--- About this task ---
Restate each entry below without changing a word.

====

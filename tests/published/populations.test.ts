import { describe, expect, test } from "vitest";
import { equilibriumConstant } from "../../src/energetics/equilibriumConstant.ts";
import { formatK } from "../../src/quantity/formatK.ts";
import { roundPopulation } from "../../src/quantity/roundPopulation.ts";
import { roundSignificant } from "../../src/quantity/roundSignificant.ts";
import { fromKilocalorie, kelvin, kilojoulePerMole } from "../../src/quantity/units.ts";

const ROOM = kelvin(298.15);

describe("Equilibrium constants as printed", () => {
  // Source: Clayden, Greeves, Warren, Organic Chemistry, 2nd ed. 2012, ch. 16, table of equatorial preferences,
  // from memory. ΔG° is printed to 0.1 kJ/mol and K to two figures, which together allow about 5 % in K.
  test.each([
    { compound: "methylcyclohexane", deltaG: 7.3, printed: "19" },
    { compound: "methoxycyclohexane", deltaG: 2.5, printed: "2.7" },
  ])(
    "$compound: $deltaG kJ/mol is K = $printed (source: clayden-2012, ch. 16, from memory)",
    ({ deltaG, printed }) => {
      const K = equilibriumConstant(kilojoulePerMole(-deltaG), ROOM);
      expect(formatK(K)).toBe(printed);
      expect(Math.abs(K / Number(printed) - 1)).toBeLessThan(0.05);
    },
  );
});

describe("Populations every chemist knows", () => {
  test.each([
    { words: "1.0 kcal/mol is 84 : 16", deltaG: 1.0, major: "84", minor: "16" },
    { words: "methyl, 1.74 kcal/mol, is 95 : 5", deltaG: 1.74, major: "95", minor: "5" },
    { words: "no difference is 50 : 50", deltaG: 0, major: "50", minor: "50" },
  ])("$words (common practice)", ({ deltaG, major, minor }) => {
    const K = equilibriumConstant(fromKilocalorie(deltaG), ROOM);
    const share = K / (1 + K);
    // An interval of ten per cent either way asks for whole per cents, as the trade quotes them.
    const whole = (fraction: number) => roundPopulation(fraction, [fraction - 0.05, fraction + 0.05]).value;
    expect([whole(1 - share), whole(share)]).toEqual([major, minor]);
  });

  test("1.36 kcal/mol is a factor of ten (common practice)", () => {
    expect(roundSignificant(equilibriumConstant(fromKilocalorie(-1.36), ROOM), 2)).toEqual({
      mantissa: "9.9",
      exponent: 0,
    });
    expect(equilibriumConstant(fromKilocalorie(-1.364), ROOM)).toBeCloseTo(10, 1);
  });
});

====

--- Output for this exercise ---
filename tests/published/populations.test.ts
import { describe, expect, test } from "vitest";
import { equilibriumConstant } from "../../src/energetics/equilibriumConstant.ts";
import { formatK } from "../../src/quantity/formatK.ts";
import { roundPopulation } from "../../src/quantity/roundPopulation.ts";
import { roundSignificant } from "../../src/quantity/roundSignificant.ts";
import { fromKilocalorie, kelvin, kilojoulePerMole } from "../../src/quantity/units.ts";

const ROOM = kelvin(298.15);

describe("Equilibrium constants as printed", () => {
  // Source: Clayden, Greeves, Warren, Organic Chemistry, 2nd ed. 2012, ch. 16, table of equatorial preferences,
  // from memory. ΔG° is printed to 0.1 kJ/mol and K to two figures, which together allow about 5 % in K.
  test.each([
    { compound: "methylcyclohexane", deltaG: 7.3, printed: "19" },
    { compound: "methoxycyclohexane", deltaG: 2.5, printed: "2.7" },
  ])(
    "$compound: $deltaG kJ/mol is K = $printed (source: clayden-2012, ch. 16, from memory)",
    ({ deltaG, printed }) => {
      const K = equilibriumConstant(kilojoulePerMole(-deltaG), ROOM);
      expect(formatK(K)).toBe(printed);
      expect(Math.abs(K / Number(printed) - 1)).toBeLessThan(0.05);
    },
  );
});

describe("Populations every chemist knows", () => {
  test.each([
    { words: "1.0 kcal/mol is 84 : 16", deltaG: 1.0, major: "84", minor: "16" },
    { words: "methyl, 1.74 kcal/mol, is 95 : 5", deltaG: 1.74, major: "95", minor: "5" },
    { words: "no difference is 50 : 50", deltaG: 0, major: "50", minor: "50" },
  ])("$words (common practice)", ({ deltaG, major, minor }) => {
    const K = equilibriumConstant(fromKilocalorie(deltaG), ROOM);
    const share = K / (1 + K);
    // An interval of ten per cent either way asks for whole per cents, as the trade quotes them.
    const whole = (fraction: number) => roundPopulation(fraction, [fraction - 0.05, fraction + 0.05]).value;
    expect([whole(1 - share), whole(share)]).toEqual([major, minor]);
  });

  test("1.36 kcal/mol is a factor of ten (common practice)", () => {
    expect(roundSignificant(equilibriumConstant(fromKilocalorie(-1.36), ROOM), 2)).toEqual({
      mantissa: "9.9",
      exponent: 0,
    });
    expect(equilibriumConstant(fromKilocalorie(-1.364), ROOM)).toBeCloseTo(10, 1);
  });
});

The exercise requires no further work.